What is he entitled to? Or is he entitled to anything, from whta we can see, he isn't entitled to anything at all. 

Thanks, 
Mrs Rockstar


----------



## pinkyBear (24 Sep 2010)

> He isn't paying her maintaince, she isn't giving him any maintaince


 
He should be giving her maintenance, you have the children 2 days out of 7, what can I ask makes you think that his ex should be paying him maintenance???


----------



## MrsRockstar (24 Sep 2010)

*Read Correctly*



pinkyBear said:


> you have the children 2 days out of 7


 
If you read my post correctly, each parent has the children 3 days one week and 4 days the alternative week. Its fair, its even and the children are very much a part of each parents life. 

Why shouldn't she be paying maintaince or spliting the Child Benfit/Lone Parents and every other benefit she is on?  Considering the guardianship is split and its split for the child we have no legal responsibility for.  

PinkyBear, why do you think he should be giving her maintaince???


----------



## pinkyBear (24 Sep 2010)

Hi there,

your partner and ex, appear to have a good relationship re the kids, but see


----------



## MrsRockstar (24 Sep 2010)

They actually don't have a good relationship at all. But she enjoys her free time, so she is happy to oblige.


----------



## chasm (24 Sep 2010)

To qualify for a One-Parent Family Payment you must:  

Be the parent, step-parent, adoptive parent  or legal guardian of a qualified child.
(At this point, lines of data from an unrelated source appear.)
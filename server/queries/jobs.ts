import type { z } from "zod";
import type { JobView } from "../../shared/schemas/task";
import { rows } from "../lib/db";
import { type Actor, visible } from "../lib/policy";
import { programmePolicy } from "../policies";

export type JobRow = Omit<z.infer<typeof JobView>, "can">;

/** Jobs with their nominal day and how many hold them. */
export async function listJobs(
  actor: Actor,
  { id = null, siteId = null }: { id?: string | null; siteId?: string | null },
): Promise<JobRow[]> {
  return rows<JobRow>(
    `SELECT j.id, j.site_id AS "siteId", j.name, j.is_archived AS "isArchived", j.revision,
       coalesce((SELECT json_agg(json_build_object('taskId', t.task_id, 'durationMin', t.duration_min) ORDER BY t.position)
                 FROM job_tasks t WHERE t.job_id = j.id), '[]') AS tasks,
       (SELECT count(*)::int FROM workers w WHERE w.job_id = j.id AND (w.left_on IS NULL OR w.left_on >= current_date)) AS "workersCount"
     FROM jobs j WHERE ${visible(programmePolicy, actor, "j")}
       AND (CAST(:id AS uuid) IS NULL OR j.id = :id) AND (CAST(:siteId AS uuid) IS NULL OR j.site_id = :siteId)
     ORDER BY j.is_archived, j.name, j.id`,
    { id, siteId },
  );
}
A qualified child is a  child under 18 years of age or aged 18-22 and in full-time education.
Be the main carer of at least one qualified child and that child must live with you. One-Parent Family Payment is not payable if a couple has joint equal custody of a child or children.
Have earnings of €425 or less per week
Satisfy a means test
Be habitually resident
Not be cohabiting (that is, living with someone as husband and wife).

So SW must class her as the main carer for SW purposes. I do not think she would be  obliged to pay your partner anything in maintainence tbh.
You would probably be better off talking to CIC or a solicitor.


----------



## MrsRockstar (24 Sep 2010)

We are heading to a solicitor in a couple of weeks, i was just looking to see if anyone had managed to get anything. 

I knew the law was unfair to fathers, but its ridicioius for a man who has his names on birth certs, and still has no guardianship/legal rights to his kids.  And can claim for nothing, considering the guardianship is equal.  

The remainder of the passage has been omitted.